Nouvelles en vrac
4 avril 2009
J’ai acheté un nouveau matelas, en mousse va sans dire, épaisseur 12, c’est deux degrés de plus que le précédent qui s’était lentement creusé au niveau du bassin, si bien que je dormais depuis quelques temps le cul sur les planches.
J’ai finalement installé une moustiquaire autour de mon lit. De quoi se rire des moustiques et autres bestioles avant de s’endormir. Ceux qui s’imaginent la chose romantique s’imaginent un lit à baldaquin, mais ma moustiquaire ressemble plutôt à une tente molle. Enfin, malgré la finesse du tissu, j’y gagne un peu de tranquillité, tant physique que psychique.
Les manifestants pro-Ravalomanana se font tirer dessus, et si l’on se demande bien pourquoi ils ont attendu que leur président fétiche ait été renversé pour commencer à se bouger le train, on trouve tout aussi sympathique le fait que ceux qui appuient désormais sur la gâchette ait été il y a peu de l’autre côté du fusil et des grenades lacrymogènes.
C’est la fin du second trimestre, les bulletins ont été rendus hier vendredi aux élèves, des bulletins remplis par nos petites mains. Opération pour laquelle j’ai du compter, mine de rien, trois heures cette fois-ci.
J’ai acheté une petite caméra dans la capitale le week-end passé, histoire d’assouvir mes pulsions de capture et de donner une nouvelle extension à mon corps.
La Suisse, pour faire très général, me manque, et ma tendresse souffre de ne pas pouvoir se donner à celle en qui mon cœur… pour qui mon cœur… avec qui mon cœur… sans qui mon cœur… En mangeant exceptionnellement “Au rendez-vous des pêcheurs” ce midi, j’entrevoyais par instants ta silhouette, Géraldine, passer en face de moi. Promesse de mille dîner aux chandelles, espère mon cœur !

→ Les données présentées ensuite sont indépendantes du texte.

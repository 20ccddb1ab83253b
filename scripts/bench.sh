#!/usr/bin/env bash
# npm run bench: speed and memory figures, each beside a reference, on a private benchmark database.
set -euo pipefail
umask 077
cd "$(dirname "$0")/.."
source scripts/lib.sh
ensure_node_modules
ensure_apt mariadbd mariadb-server
# The engine and reader figures first, before MariaDB starts: its start-up work would share the CPU.
npx tsx scripts/bench.ts --part=engine "$@"
BENCH_DATABASE_URL=$(scripts/db.sh up bench "${BENCH_DB_PORT:-3409}" crestline_bench BENCH_DB_PORT)
scripts/db.sh sql bench 'DROP DATABASE crestline_bench; CREATE DATABASE crestline_bench CHARACTER SET utf8mb4;'
export BENCH_DATABASE_URL
trap 'scripts/db.sh down bench || true' EXIT
npx tsx scripts/bench.ts --part=ingest "$@"
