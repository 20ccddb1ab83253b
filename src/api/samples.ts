import { decodeSamplesBinary, SAMPLES_BINARY_TYPE } from '../../shared/samples/samplesBinary';
import type { SamplesResponse } from '../../shared/schemas/capture';
import { apiBytes } from './http';

/**
 * A samples answer (signed in or through a share link) asked for as little-endian Float32, about
 * five times fewer bytes than JSON, decoded into the same `RawSamples | MinMaxSamples` union.
 */
export async function fetchSamples(path: string): Promise<SamplesResponse> {
  return decodeSamplesBinary(await apiBytes(path, SAMPLES_BINARY_TYPE));
}
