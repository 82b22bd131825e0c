"""The dispatch stage driven by a study config: deck rendering (running is the dispatch flow's job)."""

from __future__ import annotations

import sys
from collections.abc import Sequence
from pathlib import Path
from typing import Any

from winnow.tasks.config import StudyConfig, resolve
from winnow.tasks.records import (
    Chain,
    RunSpec,
    Selection,
)


def solver_command(command: Sequence[str]) -> list[str]:
    """The configured argv with ``{python}`` replaced by the interpreter running winnow.

    Solvers written in Python then run in the same environment as winnow, whatever
    ``python`` on PATH happens to be.
    """

    return [sys.executable if a == "{python}" else a for a in command]


def render_selection(
    selection: Selection,
    names: Sequence[str],
    *,
    run_root: Path,
    decks: Any,
    command: Sequence[str],
    template_root: Path,
    positions: Sequence[int] | None = None,
) -> list[RunSpec]:
    """Render one run folder per chosen point (or per listed position); return the specs.

    ``names`` are the parameter names of the selection's columns, ``decks`` a
    :class:`~winnow.tasks.dispatch.DeckSpec`; ``command`` may use ``{python}``.
    """
    from ._decks import render_run, setup_digest
    from ._runids import run_id_for

    argv = solver_command(command)
    # one digest for the whole selection: each run id ends in it (issue 18 item 5)
    setup = setup_digest(decks, argv, template_root)
    Path(run_root).mkdir(parents=True, exist_ok=True)
    specs = []
    for k in range(selection.m) if positions is None else positions:
        params = {n: float(v) for n, v in zip(names, selection.points[k], strict=True)}
        idx = int(selection.indices[k])
        specs.append(
            render_run(
                params,
                run_id=run_id_for(idx, params, setup),
                point_index=idx,
                weight=float(selection.weights[k]),
                run_root=run_root,
                decks=decks,
                command=argv,
                template_root=template_root,
            )
        )
    return specs


def prepare_runs(
    config: StudyConfig,
    base_dir: Path,
    chain: Chain,
    selection: Selection,
    *,
    positions: Sequence[int] | None = None,
) -> list[RunSpec]:
    """Render the run folders of a study's chosen points (or of the listed positions)."""
    decks, template_root = deck_spec(config, base_dir)
    return render_selection(
        selection,
        chain.names,
        run_root=resolve(base_dir / "x", config.run_root),
        decks=decks,
        command=config.dispatch.command,
        template_root=template_root,
        positions=positions,
    )


def deck_spec(config: StudyConfig, base_dir: Path):
    """The dispatch stage's deck specification and template folder for a study."""
    from ._dispatch import DeckSpec

    d = config.dispatch
    decks = DeckSpec(
        templates=list(d.templates),
        copies=list(d.copy_files),
        links=list(d.link_files),
        constants=dict(d.constants),
        formats=dict(d.formats),
    )
    return decks, resolve(base_dir / "x", d.template_dir)


# --------------------------------------------------------------------------------------------
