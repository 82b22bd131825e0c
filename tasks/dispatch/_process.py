"""Running one solver process: process group, timeout, bounded output tails, retries, journal.

The solver is started without a shell, in a new session (``start_new_session=True``) so that
it leads its own process group: on timeout the whole group (the solver and anything it spawned)
is sent SIGTERM, then SIGKILL after a grace period. Standard output and error are streamed to
files in the run folder and only their last bytes are read back, so a solver that prints
megabytes never fills the dispatcher's memory.

Every finished run writes ``winnow-outcome.json`` into its run folder atomically (temporary
file + ``os.replace``): this journal lets a killed dispatch resume without repeating a
finished run.

Stopping (Ctrl-C, SIGTERM): :func:`request_stop` sets a process-wide stop flag and sends
SIGTERM to the process group of every solver running in this process (SIGKILL after
:data:`INTERRUPT_GRACE` seconds). An attempt that was stopped so journals its run as
``not_run`` with a message starting ``"interrupted"``; a run not yet started when the flag is
set does not start, and no retry starts after it. The ``winnow`` command line calls
:func:`request_stop` from its signal handler; the dispatch loops call it when an interrupt
reaches them.
"""

from __future__ import annotations

import atexit
import hashlib
import math
import numbers
import os
import signal
import subprocess
import threading
import time
from collections.abc import Callable, Iterable, Mapping, Sequence
from dataclasses import dataclass
from pathlib import Path
from typing import Any

from winnow.tasks.records import RUN_STATES, Attempt, RunOutcome, RunSpec

from ._folders import (
    MANIFEST_NAME,
    OUTCOME_NAME,
    STDERR_NAME,
    STDOUT_NAME,
    DeckError,
    _validate_relative,
    write_json_atomic,
)

__all__ = [
    "DEFAULT_TAIL_BYTES",
    "INTERRUPTED",
    "INTERRUPT_GRACE",
    "Interrupted",
    "RunOptions",
    "check_outputs",
    "execute_run",
    "outcome_from_dict",
    "outcome_to_dict",
    "read_outcome",
    "read_tail",
    "request_stop",
    "reset_stop",
    "run_one",
    "stop_requested",
    "stop_signal",
    "terminate_descendant_solvers",
    "terminate_running",
    "wait_idle",
    "write_outcome",
]

DEFAULT_TAIL_BYTES = 8192
OUTCOME_FORMAT = "winnow-run-outcome"
OUTCOME_VERSION = 1

#: ``check_output(run_dir) -> None | str``: a reason string (or an exception) marks the
#: outputs unusable and the run ``output_missing``. Must be a module-level function to travel
#: to Dask workers.
OutputCheck = Callable[[Path], "str | None"]
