SELECTORS: dict[str, type[Selector]] = {
    cls.name: cls
    for cls in (GreedySelector, SwapSelector, GeneticSelector, RandomSelector, StrideSelector)
}


def get_selector(method: str, **options: Any) -> Selector:
    """Return the selector called ``method`` configured with ``options``."""
    if not isinstance(method, str) or method not in SELECTORS:
        raise ValueError(f"method must be one of {sorted(SELECTORS)}, got {method!r}")
    return SELECTORS[method](**options)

Les sms de l’ambassade de Suisse se suivent et se ressemblent : éviter le centre-ville de 10h à 16h. Les titres des journaux. Les discussions. Etc. etc. La lassitude menace décidément les révolutions.
Ah ma chère sœur ! Je suis bienheureux que tu arrives dans deux jours ! Nous allons voyager jusqu’à Diego Suarez, avec Damien, Alice, et comme chauffeur, le frère de mon proviseur. Paysages, mouvement, j’ai bien besoin d’un bon bol d’air, de me sentir en partance à nouveau. Trois mois. Il me reste trois mois à vivre à Madagascar…
Il semblerait bien que je me sois fait piqué un certain nombre de fois par un mille-pieds, bien que je n’ai jamais vu la couleur de l’insecte en question. J’applique une crème à l’endroit indiqué, et l’on m’a conseillé un antihistaminique et un antibiotique, joyeuse valse de pilules matins et soirs.
L’automne est là, les soirées se font fraîches à Ambatolampy. En pull à partir de 17h30 et jusqu’à 8h30, lorsque le soleil, s’il daigne se montrer, nous réchauffe et peut encore taper de sa chère violence sur nos peaux qui ne demandent pas mieux. Le printemps dans l’autre hémisphère commence sans doute à faire éclater ses premiers bourgeons…
Je mène en ce moment une fouille archéologique de mes productions écrites, dans laquelle je ne peux que me rendre compte d’à quel point j’aurais fait un mauvais archéologue : je n’arrête pas de modifier les sources. Au contact de ces passés de ma plume, je me dis aussi : ah ! toutes ces choses que j’ai écrites, et oubliées ! Peut-être ce retour sera-t-il le signe d’une nouvelle floraison ?
Monsieur Lapin a été renvoyé. Sa remplaçante ressemble à une jolie carotte.
Et puis il y a bien sûr toujours une souris qui habite chez moi. Je vis avec elle une sorte de collocation, de laquelle je ne retire certes aucun avantage, si ce n’est celui de ne pas avoir à la traquer. Je lui laisse quelques restes, et en général elle s’en satisfait. Une fois ou deux, elle s’est arrêtée pour me regarder en passant… Mais les souris, tout de même, manquent de discrétion la nuit quand elles grignotent !
Nous devions jouer un match élèves-profs ou profs-élèves hier après-midi pour fêter la fin du trimestre, mais la pluie est venue s’en mêler et le terrain, devenu impraticable, a dû être abandonné aux grenouilles.